Download or read book American Poetry in Performance written by Tyler Hoffman and published by University of Michigan Press. This book was released on 2013-07-02 with total page 282 pages. Available in PDF, EPUB and Kindle. Book excerpt: "Tyler Hoffman brings a fresh perspective to the subject of performance poetry, and this comes at an excellent time, when there is such a vast interest across the country and around the world in the performance of poetry. He makes important connections, explaining things in a manner that remains provocative, interesting, and accessible." ---Jay Parini, Middlebury College American Poetry in Performance: From Walt Whitman to Hip Hop is the first book to trace a comprehensive history of performance poetry in America, covering 150 years of literary history from Walt Whitman through the rap-meets-poetry scene. It reveals how the performance of poetry is bound up with the performance of identity and nationality in the modern period and carries its own shifting cultural politics.
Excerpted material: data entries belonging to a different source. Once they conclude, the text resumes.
/**
 * Phase-difference rules on two settled states, the prediction (free) and
 * the target-driven state (clamped): CHL, GeneRec and its variants, Xie–Seung scaled CHL,
 * and the sliding-threshold calcium rule.
 * @module
 */
import { z } from "zod";
import { fail } from "../errors/index.js";
import type { FloatArray } from "../types/index.js";
import type { Network } from "../network/network.js";
import type { Snapshot } from "../network/settle.js";
import { applyCalciumCurve } from "../curves/index.js";
import { vectorTrace, smoothingCoefficient, type VectorTrace } from "../traces/index.js";
import { stepFilter } from "../traces/step.js";
import { ParameterDelta } from "./delta.js";
import { SettlingRule, batchSizeOf, connectionRate, contrast, contrastBias, type Batch, type RuleState } from "./base.js";
import { commonRuleFields, defineRule } from "./descriptor.js";
import type { Combination, ContrastForm, Product } from "./contrast-form.js";
import { layerArraysSchema, layerArraysState } from "./state.js";

const positive = (what: string) => z.number({ error: what }).refine((v) => Number.isFinite(v) && v > 0, { error: what });
const nonNegative = (what: string) => z.number({ error: what }).refine((v) => Number.isFinite(v) && v >= 0, { error: what });
/** A key that was renamed: refused with a message naming its new spelling (it is never read). */
const renamed = (was: string, now: string) => z.never({ error: `the key ${now} (${was} was renamed ${now})` }).optional();

const chlSchema = z.object({ rule: z.literal("chl"), ...commonRuleFields }).strict();
const xieSeungSchema = z.object({ rule: z.literal("xie-seung"), gamma: nonNegative("a feedback gain gamma >= 0").optional(), ...commonRuleFields }).strict();
const generecSchema = z
  .object({
    rule: z.literal("generec"),
    variant: z.enum(["basic", "symmetric", "midpoint", "symmetric-midpoint"], { error: "one of basic, symmetric, midpoint, symmetric-midpoint" }).default("basic"),
    ...commonRuleFields,
  })
  .strict();
const calciumSchema = z
  .object({
    rule: z.literal("calcium"),
    trough: z.number().refine((v) => v > 0 && v < 1, { error: "a trough position in the open interval (0, 1)" }).default(0.05),
    threshold: z
      .enum(["error", "bcm", "blend"], { error: (i) => (i.input === "mix" ? 'one of error, bcm, blend ("mix" was renamed "blend")' : "one of error, bcm, blend") })
      .default("error"),
    // share of the error-driven threshold in a blend, in [0, 1]
    errorShare: z.number().refine((v) => v >= 0 && v <= 1, { error: "an error-driven share in [0, 1]" }).default(0.9),
    mix: renamed("mix", "errorShare"),
    timing: z.enum(["phases", "continuous"], { error: "one of phases, continuous" }).default("phases"),
    fastTau: positive("a time constant > 0 (settling steps)").default(1),
    slowTau: positive("a time constant > 0 (settling steps)").default(20),
    freeSteps: z.number().int().min(1, { error: "an integer >= 1" }).default(100),
    clampedSteps: z.number().int().min(1, { error: "an integer >= 1" }).default(10),
    averageTau: positive("a time constant > 0 (trials)").default(50),
    ...commonRuleFields,
  })
  .strict();

type ChlConfig = z.output<typeof chlSchema>;
type XieSeungConfig = z.output<typeof xieSeungSchema>;
type GenerecConfig = z.output<typeof generecSchema>;
type CalciumConfig = z.output<typeof calciumSchema>;
type Cfg<K extends "chl" | "xie-seung" | "generec" | "calcium"> = { chl: ChlConfig; "xie-seung": XieSeungConfig; generec: GenerecConfig; calcium: CalciumConfig }[K];

/** Depth of every layer: shortest path from an input along forward connections. @category Rules */
export function layerDepths(net: Network): number[] {
  const depth = net.layers.map((l) => (l.role === "input" ? 0 : Number.POSITIVE_INFINITY));
  for (let changed = true; changed; ) {
    changed = false;
    for (const c of net.connections) {
      const d = (depth[c.from] as number) + 1;
      if (c.from !== c.to && d < (depth[c.to] as number)) {
        depth[c.to] = d;
        changed = true;
      }
    }
  }
  return depth;
}

/**
 * The Xie–Seung factor of every layer's learning rate, γ^(k−L) for a layer at depth k below the output
 * depth L (Xie & Seung 2003, Neural Computation 15:441, Eq. 2.8); at γ = 0 only the output layer learns.
 * γ is `rule.gamma`, or else the gain shared by every tied feedback path.
 * @category Rules
 */
export function xieSeungFactors(net: Network, config: Cfg<"xie-seung">): number[] {
  let gamma = config.gamma;
  const tied = net.connections.filter((c) => c.feedback.kind === "tied");
  if (gamma === undefined) {
    if (tied.length === 0) fail("invalid_config", `connections[${net.connections.length - 1}].feedback`, "tied feedback (the Xie–Seung network feeds back the transposed weights scaled by gamma)", "no tied feedback path");
    const gains = new Set(tied.map((c) => (c.feedback.kind === "tied" ? c.feedback.gain : 0)));
    if (gains.size > 1) fail("invalid_config", "connections", "one feedback gain shared by every tied connection (or rule.gamma given)", [...gains].join(", "));
    gamma = [...gains][0] as number;
  }
  const g = gamma;
  const depth = layerDepths(net);
  const L = Math.max(...net.outputLayers.map((l) => depth[l.index] as number));
  return net.layers.map((_, i) => {
    const k = depth[i] as number;
    return g > 0 ? g ** (k - L) : k === L ? 1 : 0;
  });
}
This book stands at the crossroads of the humanities and the social sciences; it is a book of literary and cultural criticism that deals squarely with issues of "performance," a concept that has attained great importance in the disciplines of anthropology and sociology and has generated its own distinct field of performance studies. American Poetry in Performance will be a meaningful contribution both to the field of American poetry studies and to the fields of cultural and performance studies, as it focuses on poetry that refuses the status of fixed aesthetic object and, in its variability, performs versions of race, class, gender, and sexuality both on and off the page. Relating the performance of poetry to shifting political and cultural ideologies in the United States, Hoffman argues that the vocal aspect of public poetry possesses (or has been imagined to possess) the ability to help construct both national and subaltern communities. American Poetry in Performance explores public poets' confrontations with emergent sound recording and communications technologies as those confrontations shape their mythologies of the spoken word and their corresponding notions about America and Americanness.
Download or read book The Routledge Encyclopedia of Walt Whitman written by J.R. LeMaster and published by Routledge. This book was released on 2013-09-05 with total page 884 pages. Available in PDF, EPUB and Kindle. Book excerpt: The Routledge Encyclopedia of Walt Whitman presents a comprehensive resource complied by over 200 internationally recognized contributors, including such leading Whitman scholars as James E. Miller, Jr., Roger Asselineau, Betsy Erkkila, and Joel Myerson. Now available for the first time in paperback, this volume comprises more than 750 entries arranged in convenient alphabetical format. Coverage includes: biographical information: all names, dates, places, and events important to understanding Whitman's life and careerWhitman's works: essays on all eight editions of Leaves of Grass, major poems and poem clusters, principal essays and prose works, as well as his more than two dozen short stories and the novel, Franklin Evansprominent themes and concepts: essays on such major topics as democracy, slavery, the Civil War, immortality, sexuality, and the women's rights movement.significant forms and techniques: such as prosody, symbolism, free verse, and humourimportant trends and critical approaches in Whitman studies: including new historicist and cultural criticism, psychological explorations, and controversial issues of sexual identitysurveys of Whitman's international impact as well as an assessment of his literary legacy. Useful for students, researchers, librarians, teachers, and Whitman devotees, this volume features extensive cross-references, numerous photographs of the poet, a chronology, a special appendix section tracking the poet's genealogy, and a thorough index. Each entry includes a bibliography for further study.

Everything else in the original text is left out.